There’s a new culinary trend sweeping through major U.S. cities, and it has less to do the food than the experience itself. Communal dining is on the rise, and startups are honing in on this concept make it mainstream. Companies like Outstanding in the Field, Eat With, and Feastly are leading the charge. The latter has established venues in five food-loving cities, giving chefs a platform to curate a unique menu for an intimate group of strangers who share a love for good food and dynamic conversation.
The modern practice of communal dining is more sophisticated than one may initially imagine. It is not sitting on the floor with a group of people, spooning heaps of food from large pots with bits of bread; nor does it embrace the potluck philosophy of bringing one’s own dish. The communal dining experience is a choreographed event that completely relieves the guests of all responsibility.
“I was drawn to this experience because I knew I didn’t have to choose. I like letting the chef decide. It feels like you’re being taken care of,” Chistina C., a guest at a recent communal dining event, remarked.
In Feastly’s case, the chef creates a set, multi-course menu with a specific theme or ethnic influence. The guest list is limited to ten to sixty “Feasters,” depending on the venue’s capacity. Upon arrival, guests are greeted by the venue host and seat themselves at long dining tables. The chef is formally introduced, and he or she explains their culinary concept. Feasters are then left to engage with each other and enjoy the meal as the courses are presented one by one.
“Its the best of both worlds,” says Christina R., assistant to LA-based chef Rachel Carr, who recently hosted a vegan Peruvian Dinner. “I felt like I was at a friend’s house for dinner, because I got to meet cool new people, like friends of friends. But I also loved that I was waited on like at a nice restaurant. Plus the food was phenomenal – better than most restaurant food and definitely better than my friend’s cooking!”
Communal dining breaks down the barriers of the restaurant and allows for free flow of conversation and a deeper appreciation for the meal. In a traditional restaurant, it would be in poor taste to intrude on another table and share their bottle or ask how they heard about the event. At a Feastly meal, mingling (and BYOB) is encouraged. Further, there is no pressure over what one will order. The menu is fixed so the guest is not faced with challenge of indecision, or influenced one way or the other based on their fellow diner’s orders (let’s face it, if she gets the salad you will, too). Expect bold new flavors and dishes from subcultures not often (or ever) seen in restaurants, such as vegan Peruvian. It is a chance to eat boldly, savor shamelessly, and connect with others on the same culinary journey.

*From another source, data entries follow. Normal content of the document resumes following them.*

static void test_layout_errors(void **state)
{
    (void)state;
    static const struct {
        const char *layout, *message;
    } bad[] = {
        { "{entity}/{period}/{foo}", "unknown placeholder {foo}" },
        { "{entity}/*", "no {period} placeholder" },
        { "{period}/*", "no {entity} placeholder" },
        { "{entity}/{period}/***", "'***'" },
        { "{entity/{period}", "unknown placeholder {entity/{period}" },
        { "{entity}/{period}/{kind", "'{' without '}'" },
        { "{entity}/{entity}/{period}", "{entity} appears twice" },
        { "", "no {entity} placeholder" },
    };
    for (size_t i = 0; i < sizeof bad / sizeof bad[0]; i++) {
        tt_layout l;
        tt_layout_init(&l);
        tt_error err;
        assert_int_equal(tt_layout_compile(&l, bad[i].layout, &err), TT_EINVAL);
        if (!strstr(err.message, bad[i].message))
            fail_msg("%s: %s", bad[i].layout, err.message);
        assert_null(l.tokens);
        tt_layout_release(&l);
    }

    tt_layout l;
    tt_layout_init(&l);
    tt_error err;
    tt_layout_fields f;
    assert_int_equal(tt_layout_compile(&l, "{entity}/{period}-*", &err), TT_OK);
    assert_int_equal(tt_layout_match(&l, NULL, "acme/readme.txt", &f, &err), TT_EPARSE);
    assert_string_equal(err.file, "acme/readme.txt");
    assert_string_equal(err.message, "does not match the layout \"{entity}/{period}-*\"");
    assert_int_equal(tt_layout_match(&l, NULL, "acme/2025-Q5-call.txt", &f, &err), TT_EPARSE);
    assert_string_equal(err.message, "unknown period syntax \"2025-Q5\": a quarter is Q1 to Q4 "
                                     "(from the layout \"{entity}/{period}-*\")");
    assert_int_equal(tt_layout_match(&l, "data", "other/acme/2025-Q3-x", &f, &err), TT_EINVAL);
    assert_string_equal(err.message, "not under the root \"data\"");
    assert_int_equal(tt_layout_match(&l, "data", "database/acme/2025-Q3-x", &f, &err), TT_EINVAL);
    /* '*' stays inside one directory; the whole path must match. */
    assert_int_equal(tt_layout_match(&l, NULL, "acme/2025-Q3-a/b", &f, &err), TT_EPARSE);
    assert_int_equal(tt_layout_match(&l, NULL, "x/acme/2025-Q3-a", &f, &err), TT_EPARSE);
    assert_int_equal(tt_layout_match(&l, NULL, "acme/2025-Q3-a", &f, &err), TT_OK);
    tt_layout_release(&l);

    /* A layout with many wildcards on a long path ends promptly: the memo
     * of failed states keeps it polynomial. */
    assert_int_equal(tt_layout_compile(&l, "**{entity}**{period}**{kind}**x**y**z**q", &err),
                     TT_OK);
    char path[3000];
    memset(path, 'a', sizeof path - 1);
    path[sizeof path - 1] = '\0';
    for (size_t i = 50; i < sizeof path - 1; i += 50)
        path[i] = '/';
    assert_int_equal(tt_layout_match(&l, NULL, path, &f, &err), TT_EPARSE);
    tt_layout_release(&l);
}

int main(void)
{
    const struct CMUnitTest tests[] = {
        cmocka_unit_test(test_path_resolve_rule),
        cmocka_unit_test(test_path_resolve_against_python),
        cmocka_unit_test(test_load_tsv_fixture),
        cmocka_unit_test(test_load_csv_fixture_bom_crlf_quotes),
        cmocka_unit_test(test_error_fixture_lines),
        cmocka_unit_test(test_header_problems),
        cmocka_unit_test(test_row_syntax_problems),
        cmocka_unit_test(test_csv_tsv_against_python),
        cmocka_unit_test(test_thousand_rows),
        cmocka_unit_test(test_add),
        cmocka_unit_test(test_load_out_of_memory),
        cmocka_unit_test(test_demo_manifest),
        cmocka_unit_test(test_layout_matches),
        cmocka_unit_test(test_layout_errors),
    };
    return cmocka_run_group_tests(tests, setup, teardown);
}
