static long col(const tt_tsv *t, const char *source, const char *name, tt_error *err)
{
    long k = tt_tsv_column(t, name);
    if (k < 0 && !err->status) /* the first missing column is named */
        tt_error_set(err, TT_EPARSE, source, -1,
                     "no column '%s': this chart needs a table with it (see termtide help "
                     "chart)", name);
    return k;
}

static const char *cell(const tt_tsv *t, size_t r, long c)
{
    return tt_tsv_cell(t, r, (size_t)c);
}

static double num(const tt_tsv *t, size_t r, long c)
{
    double v;
    if (!tt_tsv_number(t, r, (size_t)c, &v))
        return NAN;
    return v;
}

/* A list of distinct strings in first-seen order (periods, terms). */
typedef struct names {
    const char **v;
    size_t n, cap;
} names;

static long names_find(const names *s, const char *x)
{
    for (size_t i = 0; i < s->n; i++)
        if (!strcmp(s->v[i], x))
            return (long)i;
    return -1;
}

static tt_status names_add(names *s, const char *x, long *at)
{
    long k = names_find(s, x);
    if (k >= 0) {
        if (at) *at = k;
        return TT_OK;
    }
    if (s->n == s->cap) {
        size_t nc = s->cap ? 2 * s->cap : 16;
        const char **v = tt_reallocarray(s->v, nc, sizeof *v);
        if (!v)
            return TT_ENOMEM;
        s->v = v;
        s->cap = nc;
    }
    if (at) *at = (long)s->n;
    s->v[s->n++] = x;
    return TT_OK;
}

static int cmp_str(const void *a, const void *b)
{
    return strcmp(*(const char *const *)a, *(const char *const *)b);
}

/* ---- diverging bars --------------------------------------------------------- */

typedef struct mover {
    const char *term;
    double v, q;
} mover;

static int by_value_desc(const void *pa, const void *pb)
{
    const mover *a = pa, *b = pb;
    if (a->v != b->v)
        return a->v > b->v ? -1 : 1;
    return strcmp(a->term, b->term);
}

static tt_status draw_bars(cv *c, const tt_tsv *t, const char *src, tt_error *err)
{
    const tt_chart_options *o = c->o;
    const char *vname = o->value ? o->value : "log_ratio";
    long cterm = col(t, src, "term", err), cbase = col(t, src, "base", err),
         ctarget = col(t, src, "target", err), cv_ = col(t, src, vname, err);
    if (cterm < 0 || cbase < 0 || ctarget < 0 || cv_ < 0)
        return err->status;
    long cq = tt_tsv_column(t, "q_value"), cent = tt_tsv_column(t, "entity"),
         cdir = tt_tsv_column(t, "direction");
    const char *base, *target, *entity = o->entity;
    char pairbuf[256];
    if (o->pair) {
        snprintf(pairbuf, sizeof pairbuf, "%s", o->pair);
        char *comma = strchr(pairbuf, ',');
        if (!comma)
            return tt_error_set(err, TT_EINVAL, NULL, -1, "--pair: expected BASE,TARGET");
        *comma = '\0';
        base = pairbuf;
        target = comma + 1;
        /* one entity's rows: the last entity holding this pair */
        for (size_t r = t->nrows; r-- > 0 && cent >= 0 && !entity;)
            if (!strcmp(cell(t, r, cbase), base) && !strcmp(cell(t, r, ctarget), target))
                entity = cell(t, r, cent);
    } else {
        base = cell(t, t->nrows - 1, cbase);
        target = cell(t, t->nrows - 1, ctarget);
        if (!entity && cent >= 0)
            entity = cell(t, t->nrows - 1, cent);
    }
    mover *m = tt_reallocarray(NULL, t->nrows, sizeof *m);
    if (!m)
        return TT_ENOMEM;
    size_t n = 0;
    for (size_t r = 0; r < t->nrows; r++) {
        if (strcmp(cell(t, r, cbase), base) || strcmp(cell(t, r, ctarget), target))
            continue;
        if (entity && cent >= 0 && strcmp(cell(t, r, cent), entity))
            continue;
        double v = num(t, r, cv_);
        if (!isfinite(v) || v == 0)
            continue;
        if (cdir >= 0 && !strcmp(vname, "g2") && !strcmp(cell(t, r, cdir), "fall"))
            v = -fabs(v); /* G² has no sign: the direction gives it */
        m[n].term = cell(t, r, cterm);
        m[n].v = v;
        m[n].q = cq >= 0 ? num(t, r, cq) : NAN;
        n++;
    }
    if (!n) {
        tt_free(m);
        return tt_error_set(err, TT_EINVAL, src, -1, "no rows with a %s for %s -> %s", vname,
                            base, target);
    }
    qsort(m, n, sizeof *m, by_value_desc);
    size_t top = o->top ? o->top : 10;
    /* the strongest rises (from the front) and falls (from the back) */
    size_t nr = 0, nf = 0;
    while (nr < n && m[nr].v > 0) nr++;
    nf = n - nr;
    size_t kr = nr < top ? nr : top, kf = nf < top ? nf : top;
    mover *keep = m; /* kr rises, then kf falls moved next to them */
    memmove(keep + kr, m + n - kf, kf * sizeof *m);
    size_t k = kr + kf;
    double vmax = 0;
    for (size_t i = 0; i < k; i++)
        if (fabs(keep[i].v) > vmax) vmax = fabs(keep[i].v);

    char title[512], sub[512];
    snprintf(title, sizeof title, "%s", o->title ? o->title : "Top movers");
    snprintf(sub, sizeof sub, "%s%s%s \xE2\x86\x92 %s: %s; strongest rises: %zu, falls: %zu",
             entity ? entity : "", entity ? ", " : "", base, target, vname, kr, kf);
    frame_begin(c, title, sub,
                "Diverging bar chart drawn by termtide from a compare table: rises to the right, "
                "falls to the left; a solid bar has q at or below the threshold "
                "(Benjamini-Hochberg), an outlined bar does not.");
    /* labels sit beside the zero line, on the side away from the bar */
    double lab = 0;
    for (size_t i = 0; i < k; i++) {
        double w = width_of(c, keep[i].term, 11.5);
        if (w > lab) lab = w;
    }
    if (lab > 160) lab = 160;
    c->px = 60;
    c->py = 64;
    c->pw = o->width - 80;
    c->ph = o->height - 64 - 92;
    double first, step;
    size_t nt = tt_chart_ticks(-vmax, vmax, 7, &first, &step);
    double t1 = fmax(fabs(first), fabs(first + step * (double)(nt - 1)));
    double zero = c->px + c->pw / 2;
    double half = c->pw / 2 - lab - 12;
    if (half < 40) half = 40;
    int dec = tick_decimals(step);
    /* vertical grid at round values */
    for (double v = -floor(t1 / step) * step; v <= t1 + step / 2; v += step) {
        double x = zero + v / t1 * half;
        put(c, "<line x1=\"%n\" y1=\"%n\" x2=\"%n\" y2=\"%n\" stroke=\"%r\"/>\n", x, c->py, x,
            c->py + c->ph, fabs(v) < step / 1e6 ? "#888888" : GRID);
        char nb[48];
        numtext(fabs(v) < step / 1e6 ? 0 : v, dec, nb);
        label(c, nb, 10.5, x, c->py + c->ph + 14, 1, 0, SOFT, 0);
    }
    char axis[160];
    snprintf(axis, sizeof axis, "%s (%s)", vname,
             !strcmp(vname, "log_ratio") ? "log2 of the ratio of rates; 1 = doubled"
             : !strcmp(vname, "rate_change") ? "per 10,000 words"
             : !strcmp(vname, "g2") ? "log-likelihood, signed by the direction" : "from the table");
    label(c, axis, 11.5, zero, c->py + c->ph + 32, 1, 0, INK, c->pw);
    double slot = c->ph / (double)k, bh = slot * 0.7;
    if (bh > 26) bh = 26;
    for (size_t i = 0; i < k; i++) {
        const mover *mv = &keep[i];
        double yc = c->py + slot * ((double)i + 0.5);
        double len = fabs(mv->v) / t1 * half;
        double x = mv->v > 0 ? zero : zero - len;
        const char *colr = mv->v > 0 ? RISE : FALL;
        int sig = isfinite(mv->q) && mv->q <= o->max_q;
        put(c, "<rect x=\"%n\" y=\"%n\" width=\"%n\" height=\"%n\" fill=\"%r\" stroke=\"%r\" "
               "stroke-width=\"1.5\"><title>%s: %n (q %n)</title></rect>\n",
            x, yc - bh / 2, len, bh, sig ? colr : "#ffffff", colr, mv->term, mv->v,
            isfinite(mv->q) ? mv->q : -1.0);
        label(c, mv->term, 11.5, mv->v > 0 ? zero - 6 : zero + 6, yc + 4, mv->v > 0 ? 2 : 0, 0,
              INK, lab);
    }
    /* legend */
    double ly = o->height - 30, lx = 20;
    put(c, "<rect x=\"%n\" y=\"%n\" width=\"14\" height=\"10\" fill=\"%r\"/>\n", lx, ly - 9, RISE);
    label(c, "rise", 11, lx + 18, ly, 0, 0, INK, 0);
    lx += 60;
    put(c, "<rect x=\"%n\" y=\"%n\" width=\"14\" height=\"10\" fill=\"%r\"/>\n", lx, ly - 9, FALL);
    label(c, "fall", 11, lx + 18, ly, 0, 0, INK, 0);
    lx += 60;
    put(c, "<rect x=\"%n\" y=\"%n\" width=\"14\" height=\"10\" fill=\"#ffffff\" stroke=\"%r\" "
           "stroke-width=\"1.5\"/>\n", lx, ly - 9, SOFT);
    char q[256], qn[48];
    numtext(o->max_q, 4, qn);
    snprintf(q, sizeof q, "outlined: not significant (q > %s, Benjamini-Hochberg); solid: q "
                          "\xE2\x89\xA4 %s", qn, qn);
    label(c, q, 11, lx + 18, ly, 0, 0, INK, o->width - lx - 40);
    frame_end(c);
    tt_free(m);
    return c->st;
}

These communal pop-up meals also benefit local, up-and-coming chefs by giving them an opportunity to showcase their creativity and skills. The idea is especially popular with the niche culinary crowd, from self-taught food bloggers to classically trained personal chefs. For example, Michelle Marquis is a freelancing chef for celebrity clients, but on social media, she transforms into an allergen-friendly vegan punk rock princess.
“You can only be so creative when you’re a personal chef because your job is to cater to someone’s specific palette. Feastly gives me a creative outlet I never had before, not even in a restaurant. I love that.” Marquis’ recently hosted an “Awful Waffle” series. Her vegan, gluten-free matcha waffle topped with roasted banana ice cream, figs, blueberries, bananas, walnuts, and maple syrup left guests swooning with delight.
The emergence of communal dining is revolutionizing the way we eat. Adults so often eat the same thing, alone, and without consciousness. We mindlessly shovel in dinner in front of the television, fork through a sad lunch at our desks, nibble near the buffet because we’re tired of small talk at the party, or gobble down breakfast in our cars. Shared meals revive a sense of comfort and excitement in the everyday monotony of meal time.
A regular Feastly chef in the LA circuit,Nicole Derseweh notes that all the Blue Zones “have a strong sense of community. Its the one thing that truly feeds and nourishes us, aside from food. Combing the two just makes sense.”
Yes, “food is fuel,” but it can be so much more than that. Food is a form of social entertainment and engagement. It can bring about new friends, ideas, and a better understanding of another culture.
Marquis, not only a chef but a participant, summarized her experience at Chef Derseweh’s recent vegan Unicorn Brunch: ”You come to this space and you’re surrounded by strangers, but you leave with a bunch of new friends and a really satisfied tummy.”